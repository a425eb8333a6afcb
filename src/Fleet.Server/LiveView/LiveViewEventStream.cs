using System.Buffers;
using System.Text.Json;
using Fleet.Estimation.Geometry;
using Fleet.Grains;
using Fleet.Grains.Health;
using Fleet.Grains.Registry;
using Fleet.Grains.Streaming;
using Microsoft.Extensions.Options;

namespace Fleet.Server.LiveView;

/// <summary>
/// Server-sent events for one open live page. Subscribes to the silo's <see cref="PoseHub"/> like WatchPoses does
/// (a bounded latest-per-robot queue: ingest never waits for a page, a slow page only loses intermediate poses),
/// and every 1/<see cref="LiveViewOptions.UpdateRateHz"/> s sends one <c>poses</c> event with every robot that
/// moved since the last one. Once a second it sends <c>anchors</c> (per-anchor rate and rejection ratio of the
/// last 10–20 s). Each pose carries its 1-σ horizontal covariance ellipse, computed here so the page only draws.
/// </summary>
internal sealed class LiveViewEventStream(
    PoseHub hub,
    AnchorHealthTracker anchorHealth,
    ISiteRegistry registry,
    TimeProvider time,
    IOptions<LiveViewOptions> options,
    IOptions<FleetServerOptions> serverOptions)
{
    private const int AnchorListRefreshEvents = 10;
    private static readonly TimeSpan KeepAlive = TimeSpan.FromSeconds(15);

    public async Task RunAsync(HttpContext context, string siteId, CancellationToken cancellationToken)
    {
        var response = context.Response;
        response.ContentType = "text/event-stream";
        response.Headers.CacheControl = "no-cache";
        // Tell reverse proxies not to buffer the stream.
        response.Headers["X-Accel-Buffering"] = "no";
        context.Features.Get<Microsoft.AspNetCore.Http.Features.IHttpResponseBodyFeature>()?.DisableBuffering();

        var rate = Math.Clamp(options.Value.UpdateRateHz, 0.5, 60);
        var ticksPerSecond = (int)Math.Max(1, Math.Round(rate));
        using var subscription = hub.Subscribe(new PoseFilter { SiteId = siteId }, serverOptions.Value.SubscriberQueueCapacity, time);
        foreach (var pose in hub.LatestOfSite(siteId))
        {
            subscription.Offer(pose);
        }

        var buffer = new ArrayBufferWriter<byte>(64 * 1024);
        var poses = new List<PoseSnapshot>(256);
        IReadOnlyList<string> anchorIds = [];
        var anchorMapVersion = -1;
        var tick = 0L;
        var anchorEvents = 0L;
        var lastWrite = time.GetTimestamp();
        await WriteRawAsync(response, "retry: 2000\n\n"u8.ToArray(), cancellationToken);

        using var timer = new PeriodicTimer(TimeSpan.FromSeconds(1 / rate), time);
        try
        {
            do
            {
                buffer.Clear();
                poses.Clear();
                subscription.Drain(poses, int.MaxValue);
                if (poses.Count > 0)
                {
                    WriteEvent(buffer, "poses", json => WritePoses(json, poses, subscription.Dropped));
                }

                if (tick++ % ticksPerSecond == 0)
                {
                    // Re-read the anchor list every 10 s so a new anchor-map version shows up.
                    if (anchorEvents++ % AnchorListRefreshEvents == 0)
                    {
                        var site = registry.GetSite(siteId);
                        if (site is not null && site.AnchorMapVersion != anchorMapVersion)
                        {
                            anchorMapVersion = site.AnchorMapVersion;
                            anchorIds = registry.GetAnchorMap(siteId, anchorMapVersion)?.Anchors.Select(a => a.Id).ToArray() ?? [];
                        }
                    }

                    var readings = anchorHealth.Read(siteId, anchorIds);
                    WriteEvent(buffer, "anchors", json => WriteAnchors(json, readings, anchorMapVersion));
                }

                if (buffer.WrittenCount == 0 && time.GetElapsedTime(lastWrite) >= KeepAlive)
                {
                    buffer.Write(": keep-alive\n\n"u8);
                }

                if (buffer.WrittenCount > 0)
                {
                    // The only writer of this response; a slow page delays only its own next batch.
                    await response.Body.WriteAsync(buffer.WrittenMemory, cancellationToken);
                    await response.Body.FlushAsync(cancellationToken);
                    lastWrite = time.GetTimestamp();
                }
            }
            while (await timer.WaitForNextTickAsync(cancellationToken));
        }
        catch (OperationCanceledException) when (cancellationToken.IsCancellationRequested)
        {
            // The page was closed or the server is stopping.
        }
        catch (IOException) when (context.RequestAborted.IsCancellationRequested)
        {
            // The connection dropped mid-write.
        }
    }

    /// <summary>Horizontal (x, y) 1-σ ellipse of a pose's 7×7 row-major covariance (indices 0, 1 and 8).</summary>
    internal static CovarianceEllipse HorizontalEllipse(PoseSnapshot pose) =>
        pose.Covariance.Length >= 9
            ? CovarianceEllipse.FromCovariance(pose.Covariance[0], 0.5 * (pose.Covariance[1] + pose.Covariance[7]), pose.Covariance[8])
            : new CovarianceEllipse(double.NaN, double.NaN, double.NaN);

    private static void WritePoses(Utf8JsonWriter json, List<PoseSnapshot> poses, long dropped)
    {
        json.WriteStartObject();
        json.WriteNumber("dropped", dropped);
        json.WriteStartArray("robots");
        foreach (var pose in poses)
        {
            var ellipse = HorizontalEllipse(pose);
            json.WriteStartObject();
            json.WriteString("id", pose.RobotId);
            Number(json, "t", pose.Time, 3);
            Number(json, "x", pose.Position.X, 3);
            Number(json, "y", pose.Position.Y, 3);
            Number(json, "yaw", pose.Yaw, 3);
            Number(json, "speed", Math.Sqrt((pose.Velocity.X * pose.Velocity.X) + (pose.Velocity.Y * pose.Velocity.Y)), 2);
            json.WriteString("state", StateName(pose.State));
            Number(json, "rejected", pose.RecentRejectionRatio, 3);
            Number(json, "a", ellipse.SemiMajor, 4);
            Number(json, "b", ellipse.SemiMinor, 4);
            Number(json, "angle", ellipse.AngleRadians, 4);
            json.WriteEndObject();
        }

        json.WriteEndArray();
        json.WriteEndObject();
    }

    private static void WriteAnchors(Utf8JsonWriter json, List<AnchorHealthReading> readings, int anchorMapVersion)
    {
        json.WriteStartObject();
        json.WriteNumber("anchorMapVersion", anchorMapVersion);
        json.WriteStartArray("anchors");
        foreach (var r in readings)
        {
            json.WriteStartObject();
            json.WriteString("id", r.AnchorId);
            Number(json, "rate", r.MeasurementsPerSecond, 1);
            Number(json, "rejected", r.RejectionRatio, 4);
            Number(json, "nis", r.MeanNormalizedResidual, 2);
            json.WriteBoolean("heard", r.LastHeard is not null);
            json.WriteEndObject();
        }

        json.WriteEndArray();
        json.WriteEndObject();
    }

    internal static string StateName(RobotTrackState state) => state switch
    {
        RobotTrackState.Acquiring => "acquiring",
        RobotTrackState.Locked => "locked",
        RobotTrackState.Uncertain => "uncertain",
        RobotTrackState.Lost => "lost",
        _ => "unknown",
    };

    private static void WriteEvent(ArrayBufferWriter<byte> buffer, string name, Action<Utf8JsonWriter> body)
    {
        buffer.Write("event: "u8);
        buffer.Write(System.Text.Encoding.UTF8.GetBytes(name));
        buffer.Write("\ndata: "u8);
        // Compact JSON has no raw newlines (they are escaped in strings), so one data line carries it.
        using (var json = new Utf8JsonWriter(buffer))
        {
            body(json);
        }

        buffer.Write("\n\n"u8);
    }

    private static void Number(Utf8JsonWriter json, string name, double value, int digits)
    {
        if (double.IsFinite(value))
        {
            json.WriteNumber(name, Math.Round(value, digits));
        }
        else
        {
            json.WriteNull(name);
        }
    }

    private static async Task WriteRawAsync(HttpResponse response, byte[] bytes, CancellationToken cancellationToken)
    {
        await response.Body.WriteAsync(bytes, cancellationToken);
        await response.Body.FlushAsync(cancellationToken);
    }
}
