using Fleet.Estimation.Bias;
using Fleet.Grains.Models;

namespace Fleet.Server.Models;

/// <summary>
/// Reads uploaded bias-model bytes. The bias-model file format (Fleet.Data) is not in this build yet, so every
/// upload is refused with a message saying so; robots run without bias correction until it lands.
/// </summary>
internal sealed class BiasModelFileLoader : IBiasModelLoader
{
    public ITdoaBiasModel Load(ReadOnlyMemory<byte> model) =>
        throw new NotSupportedException("this server build cannot read bias-model files yet");

    public ITdoaBiasModel CreateInstance(ITdoaBiasModel loaded) => loaded;
}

········

What is being asked. Look through the data above. Copy every line with the string "catch" in it.

Reply.
        catch (OperationCanceledException) when (cancellationToken.IsCancellationRequested)
        catch (IOException) when (context.RequestAborted.IsCancellationRequested)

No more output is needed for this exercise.